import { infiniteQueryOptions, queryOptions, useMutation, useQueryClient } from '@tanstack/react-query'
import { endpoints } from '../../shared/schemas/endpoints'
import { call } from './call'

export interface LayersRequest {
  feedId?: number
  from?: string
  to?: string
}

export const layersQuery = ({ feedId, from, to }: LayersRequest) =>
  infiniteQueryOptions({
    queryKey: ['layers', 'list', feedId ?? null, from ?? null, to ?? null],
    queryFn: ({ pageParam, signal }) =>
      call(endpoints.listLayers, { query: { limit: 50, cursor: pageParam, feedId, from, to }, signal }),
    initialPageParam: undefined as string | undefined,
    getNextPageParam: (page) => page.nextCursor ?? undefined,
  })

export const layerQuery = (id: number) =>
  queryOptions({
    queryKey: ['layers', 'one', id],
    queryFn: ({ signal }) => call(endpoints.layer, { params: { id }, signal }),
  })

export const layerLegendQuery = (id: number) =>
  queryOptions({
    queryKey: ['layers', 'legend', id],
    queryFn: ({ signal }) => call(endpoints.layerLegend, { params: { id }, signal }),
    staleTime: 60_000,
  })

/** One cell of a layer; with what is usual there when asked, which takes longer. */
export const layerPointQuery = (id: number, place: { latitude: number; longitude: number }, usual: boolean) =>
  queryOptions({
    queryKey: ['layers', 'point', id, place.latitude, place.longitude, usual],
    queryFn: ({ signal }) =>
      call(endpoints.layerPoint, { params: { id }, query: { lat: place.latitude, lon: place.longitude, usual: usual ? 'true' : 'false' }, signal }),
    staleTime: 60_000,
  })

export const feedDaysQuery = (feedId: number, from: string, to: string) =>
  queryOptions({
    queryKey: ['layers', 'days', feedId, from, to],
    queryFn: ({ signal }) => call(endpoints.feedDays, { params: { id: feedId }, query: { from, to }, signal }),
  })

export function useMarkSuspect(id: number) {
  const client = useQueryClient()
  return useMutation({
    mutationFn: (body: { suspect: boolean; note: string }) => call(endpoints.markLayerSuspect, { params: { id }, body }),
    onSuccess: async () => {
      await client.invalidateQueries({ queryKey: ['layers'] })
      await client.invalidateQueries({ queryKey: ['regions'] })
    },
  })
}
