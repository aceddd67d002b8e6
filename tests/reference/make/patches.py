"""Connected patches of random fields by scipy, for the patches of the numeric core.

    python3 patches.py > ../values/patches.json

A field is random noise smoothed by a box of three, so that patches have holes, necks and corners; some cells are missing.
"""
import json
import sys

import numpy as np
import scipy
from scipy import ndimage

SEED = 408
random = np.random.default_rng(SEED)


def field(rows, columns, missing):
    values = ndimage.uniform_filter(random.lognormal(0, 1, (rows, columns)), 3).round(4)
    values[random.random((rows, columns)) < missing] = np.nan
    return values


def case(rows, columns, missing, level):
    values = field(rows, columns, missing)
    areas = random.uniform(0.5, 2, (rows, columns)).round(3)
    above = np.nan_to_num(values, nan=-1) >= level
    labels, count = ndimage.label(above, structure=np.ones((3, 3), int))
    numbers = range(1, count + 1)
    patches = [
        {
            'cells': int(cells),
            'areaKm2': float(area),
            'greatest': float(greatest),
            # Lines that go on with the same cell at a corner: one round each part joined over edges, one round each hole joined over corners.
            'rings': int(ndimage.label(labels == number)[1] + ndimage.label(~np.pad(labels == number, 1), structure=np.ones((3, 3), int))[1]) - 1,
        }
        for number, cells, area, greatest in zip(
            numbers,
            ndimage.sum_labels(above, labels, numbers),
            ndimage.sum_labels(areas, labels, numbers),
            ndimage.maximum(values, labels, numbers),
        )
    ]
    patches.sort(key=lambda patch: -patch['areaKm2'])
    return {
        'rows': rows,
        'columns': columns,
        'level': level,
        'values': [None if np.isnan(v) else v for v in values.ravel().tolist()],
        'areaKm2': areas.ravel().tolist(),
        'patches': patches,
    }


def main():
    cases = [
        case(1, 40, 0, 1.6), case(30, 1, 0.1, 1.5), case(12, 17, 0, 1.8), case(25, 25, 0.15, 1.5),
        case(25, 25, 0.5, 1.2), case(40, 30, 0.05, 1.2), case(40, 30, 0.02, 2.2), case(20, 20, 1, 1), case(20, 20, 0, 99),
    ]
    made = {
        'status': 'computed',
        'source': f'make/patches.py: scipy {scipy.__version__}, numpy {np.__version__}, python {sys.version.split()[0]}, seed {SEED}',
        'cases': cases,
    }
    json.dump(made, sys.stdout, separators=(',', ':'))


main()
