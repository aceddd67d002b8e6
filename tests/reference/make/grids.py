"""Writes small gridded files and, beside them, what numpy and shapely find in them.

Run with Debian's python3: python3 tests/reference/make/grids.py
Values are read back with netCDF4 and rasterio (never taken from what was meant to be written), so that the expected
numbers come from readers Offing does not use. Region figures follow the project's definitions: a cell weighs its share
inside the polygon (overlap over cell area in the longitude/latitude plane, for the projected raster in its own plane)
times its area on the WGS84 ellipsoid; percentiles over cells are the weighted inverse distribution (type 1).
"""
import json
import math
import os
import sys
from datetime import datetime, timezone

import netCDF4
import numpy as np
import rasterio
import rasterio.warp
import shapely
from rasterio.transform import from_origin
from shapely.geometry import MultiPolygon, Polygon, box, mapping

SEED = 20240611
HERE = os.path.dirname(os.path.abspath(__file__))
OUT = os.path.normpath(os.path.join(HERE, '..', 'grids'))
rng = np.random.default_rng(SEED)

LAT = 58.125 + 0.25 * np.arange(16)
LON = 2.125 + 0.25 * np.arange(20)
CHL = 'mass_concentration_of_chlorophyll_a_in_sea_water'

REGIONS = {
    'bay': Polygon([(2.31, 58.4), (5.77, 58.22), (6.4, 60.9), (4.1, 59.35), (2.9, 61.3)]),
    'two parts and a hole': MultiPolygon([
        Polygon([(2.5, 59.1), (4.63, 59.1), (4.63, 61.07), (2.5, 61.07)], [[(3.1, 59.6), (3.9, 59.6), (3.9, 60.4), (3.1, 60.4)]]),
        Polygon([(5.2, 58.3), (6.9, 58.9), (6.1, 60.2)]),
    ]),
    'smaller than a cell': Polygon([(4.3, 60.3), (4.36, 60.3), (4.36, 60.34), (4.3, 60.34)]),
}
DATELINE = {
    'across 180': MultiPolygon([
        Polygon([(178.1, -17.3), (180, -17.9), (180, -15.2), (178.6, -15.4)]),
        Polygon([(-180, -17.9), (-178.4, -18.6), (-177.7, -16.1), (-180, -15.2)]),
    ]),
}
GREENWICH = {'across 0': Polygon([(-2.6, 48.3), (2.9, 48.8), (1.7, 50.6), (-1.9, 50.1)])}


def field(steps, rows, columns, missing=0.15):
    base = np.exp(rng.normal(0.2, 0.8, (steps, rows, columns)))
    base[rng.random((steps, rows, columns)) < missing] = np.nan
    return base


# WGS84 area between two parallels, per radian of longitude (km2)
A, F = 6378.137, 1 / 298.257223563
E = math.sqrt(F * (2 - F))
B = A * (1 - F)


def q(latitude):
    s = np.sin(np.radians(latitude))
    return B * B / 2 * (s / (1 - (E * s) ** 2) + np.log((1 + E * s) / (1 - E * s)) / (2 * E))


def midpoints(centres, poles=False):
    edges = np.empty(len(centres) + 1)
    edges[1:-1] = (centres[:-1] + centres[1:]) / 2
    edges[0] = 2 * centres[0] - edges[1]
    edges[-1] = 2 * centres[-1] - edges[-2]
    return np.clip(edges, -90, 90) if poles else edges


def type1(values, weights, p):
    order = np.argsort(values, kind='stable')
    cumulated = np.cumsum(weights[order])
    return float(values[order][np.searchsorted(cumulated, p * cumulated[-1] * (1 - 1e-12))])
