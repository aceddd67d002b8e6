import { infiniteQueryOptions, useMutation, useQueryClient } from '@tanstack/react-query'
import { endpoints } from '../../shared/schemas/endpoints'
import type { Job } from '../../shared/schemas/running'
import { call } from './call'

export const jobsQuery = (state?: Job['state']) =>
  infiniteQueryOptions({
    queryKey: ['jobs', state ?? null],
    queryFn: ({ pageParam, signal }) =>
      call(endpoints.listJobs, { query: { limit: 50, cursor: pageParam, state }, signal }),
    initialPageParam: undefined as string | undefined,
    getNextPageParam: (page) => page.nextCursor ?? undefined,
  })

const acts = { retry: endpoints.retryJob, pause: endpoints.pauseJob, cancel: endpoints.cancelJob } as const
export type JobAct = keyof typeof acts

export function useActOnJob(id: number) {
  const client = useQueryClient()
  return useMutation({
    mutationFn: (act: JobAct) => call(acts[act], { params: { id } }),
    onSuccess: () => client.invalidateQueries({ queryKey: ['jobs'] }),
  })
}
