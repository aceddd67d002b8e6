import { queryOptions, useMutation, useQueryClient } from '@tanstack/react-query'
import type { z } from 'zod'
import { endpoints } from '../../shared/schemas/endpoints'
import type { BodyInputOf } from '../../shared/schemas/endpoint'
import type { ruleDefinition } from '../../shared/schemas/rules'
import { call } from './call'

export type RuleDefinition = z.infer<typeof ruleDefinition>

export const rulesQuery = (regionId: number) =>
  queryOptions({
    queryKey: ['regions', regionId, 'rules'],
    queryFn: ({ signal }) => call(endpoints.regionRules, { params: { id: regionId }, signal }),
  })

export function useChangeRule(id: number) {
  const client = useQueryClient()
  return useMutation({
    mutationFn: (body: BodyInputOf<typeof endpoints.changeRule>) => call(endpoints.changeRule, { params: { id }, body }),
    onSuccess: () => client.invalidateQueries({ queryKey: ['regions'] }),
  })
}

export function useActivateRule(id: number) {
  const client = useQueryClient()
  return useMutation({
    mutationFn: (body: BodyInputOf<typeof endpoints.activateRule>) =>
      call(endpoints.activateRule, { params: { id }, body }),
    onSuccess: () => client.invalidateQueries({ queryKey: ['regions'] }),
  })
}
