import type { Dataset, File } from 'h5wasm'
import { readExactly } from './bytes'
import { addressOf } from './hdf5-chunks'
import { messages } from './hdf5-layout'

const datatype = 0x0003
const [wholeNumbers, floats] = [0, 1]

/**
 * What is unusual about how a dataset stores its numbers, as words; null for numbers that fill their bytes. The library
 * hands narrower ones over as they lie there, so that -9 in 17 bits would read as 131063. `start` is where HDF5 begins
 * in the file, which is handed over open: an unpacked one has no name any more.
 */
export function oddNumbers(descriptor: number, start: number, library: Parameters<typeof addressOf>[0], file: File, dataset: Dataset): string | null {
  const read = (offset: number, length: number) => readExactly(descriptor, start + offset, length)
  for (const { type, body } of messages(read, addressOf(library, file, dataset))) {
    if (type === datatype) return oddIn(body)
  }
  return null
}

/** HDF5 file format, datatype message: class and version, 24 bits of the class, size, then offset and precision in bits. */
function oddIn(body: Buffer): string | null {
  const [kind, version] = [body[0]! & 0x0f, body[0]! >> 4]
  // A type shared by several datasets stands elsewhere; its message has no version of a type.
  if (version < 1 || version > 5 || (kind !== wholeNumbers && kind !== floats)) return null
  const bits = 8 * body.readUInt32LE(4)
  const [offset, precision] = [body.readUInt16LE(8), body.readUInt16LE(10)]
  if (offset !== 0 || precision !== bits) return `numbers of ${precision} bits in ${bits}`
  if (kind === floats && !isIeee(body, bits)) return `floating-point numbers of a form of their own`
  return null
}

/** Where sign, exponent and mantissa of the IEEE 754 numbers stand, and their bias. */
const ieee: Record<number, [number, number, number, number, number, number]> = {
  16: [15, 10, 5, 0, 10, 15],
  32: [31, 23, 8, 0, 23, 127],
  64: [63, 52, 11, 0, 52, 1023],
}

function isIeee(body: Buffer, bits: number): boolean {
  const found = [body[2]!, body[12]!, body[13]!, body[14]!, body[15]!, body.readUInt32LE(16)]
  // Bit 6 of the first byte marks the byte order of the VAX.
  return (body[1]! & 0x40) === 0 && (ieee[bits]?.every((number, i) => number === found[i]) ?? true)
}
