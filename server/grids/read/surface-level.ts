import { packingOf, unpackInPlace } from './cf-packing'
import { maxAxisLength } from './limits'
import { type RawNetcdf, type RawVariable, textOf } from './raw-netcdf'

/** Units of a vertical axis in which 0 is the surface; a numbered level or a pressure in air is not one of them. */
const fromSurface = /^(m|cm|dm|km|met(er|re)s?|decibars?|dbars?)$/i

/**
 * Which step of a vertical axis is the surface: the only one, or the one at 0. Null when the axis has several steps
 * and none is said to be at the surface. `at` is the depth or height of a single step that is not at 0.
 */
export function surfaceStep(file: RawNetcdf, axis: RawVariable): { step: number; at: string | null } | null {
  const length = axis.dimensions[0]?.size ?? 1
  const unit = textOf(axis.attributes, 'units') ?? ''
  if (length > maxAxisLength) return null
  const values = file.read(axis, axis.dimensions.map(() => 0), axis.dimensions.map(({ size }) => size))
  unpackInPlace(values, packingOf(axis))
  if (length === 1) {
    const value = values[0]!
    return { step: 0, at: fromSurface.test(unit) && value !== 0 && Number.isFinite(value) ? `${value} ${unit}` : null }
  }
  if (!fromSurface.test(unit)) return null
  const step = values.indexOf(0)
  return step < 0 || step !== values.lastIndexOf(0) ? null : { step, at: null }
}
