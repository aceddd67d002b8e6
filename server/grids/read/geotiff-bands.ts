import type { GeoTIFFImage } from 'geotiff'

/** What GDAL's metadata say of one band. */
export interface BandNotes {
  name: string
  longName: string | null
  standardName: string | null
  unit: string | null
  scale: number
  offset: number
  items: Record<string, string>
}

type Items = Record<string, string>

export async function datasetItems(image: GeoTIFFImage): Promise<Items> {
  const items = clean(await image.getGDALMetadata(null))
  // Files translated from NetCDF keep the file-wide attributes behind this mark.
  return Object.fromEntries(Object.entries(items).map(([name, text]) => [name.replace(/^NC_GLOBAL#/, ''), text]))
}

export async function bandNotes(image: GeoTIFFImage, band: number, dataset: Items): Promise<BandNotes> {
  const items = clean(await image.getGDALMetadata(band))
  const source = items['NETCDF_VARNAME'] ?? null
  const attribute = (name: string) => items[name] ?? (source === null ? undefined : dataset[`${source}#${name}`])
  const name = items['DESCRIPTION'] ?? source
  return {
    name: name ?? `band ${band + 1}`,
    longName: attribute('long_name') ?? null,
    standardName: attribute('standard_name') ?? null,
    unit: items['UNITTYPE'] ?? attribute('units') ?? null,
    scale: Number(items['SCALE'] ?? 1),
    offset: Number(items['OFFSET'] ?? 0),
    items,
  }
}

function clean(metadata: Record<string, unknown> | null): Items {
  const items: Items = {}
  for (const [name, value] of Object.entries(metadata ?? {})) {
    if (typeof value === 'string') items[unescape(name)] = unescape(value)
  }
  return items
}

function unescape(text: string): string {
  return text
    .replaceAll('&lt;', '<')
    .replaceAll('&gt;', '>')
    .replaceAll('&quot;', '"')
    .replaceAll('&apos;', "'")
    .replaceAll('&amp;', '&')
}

---------------

_What to do:_ Scan the records for lines that hold "scipy", and reproduce each one you find.

_Result for this exercise:_
"""Connected patches of random fields by scipy, for the patches of the numeric core.
import scipy
from scipy import ndimage
        'source': f'make/patches.py: scipy {scipy.__version__}, numpy {np.__version__}, python {sys.version.split()[0]}, seed {SEED}',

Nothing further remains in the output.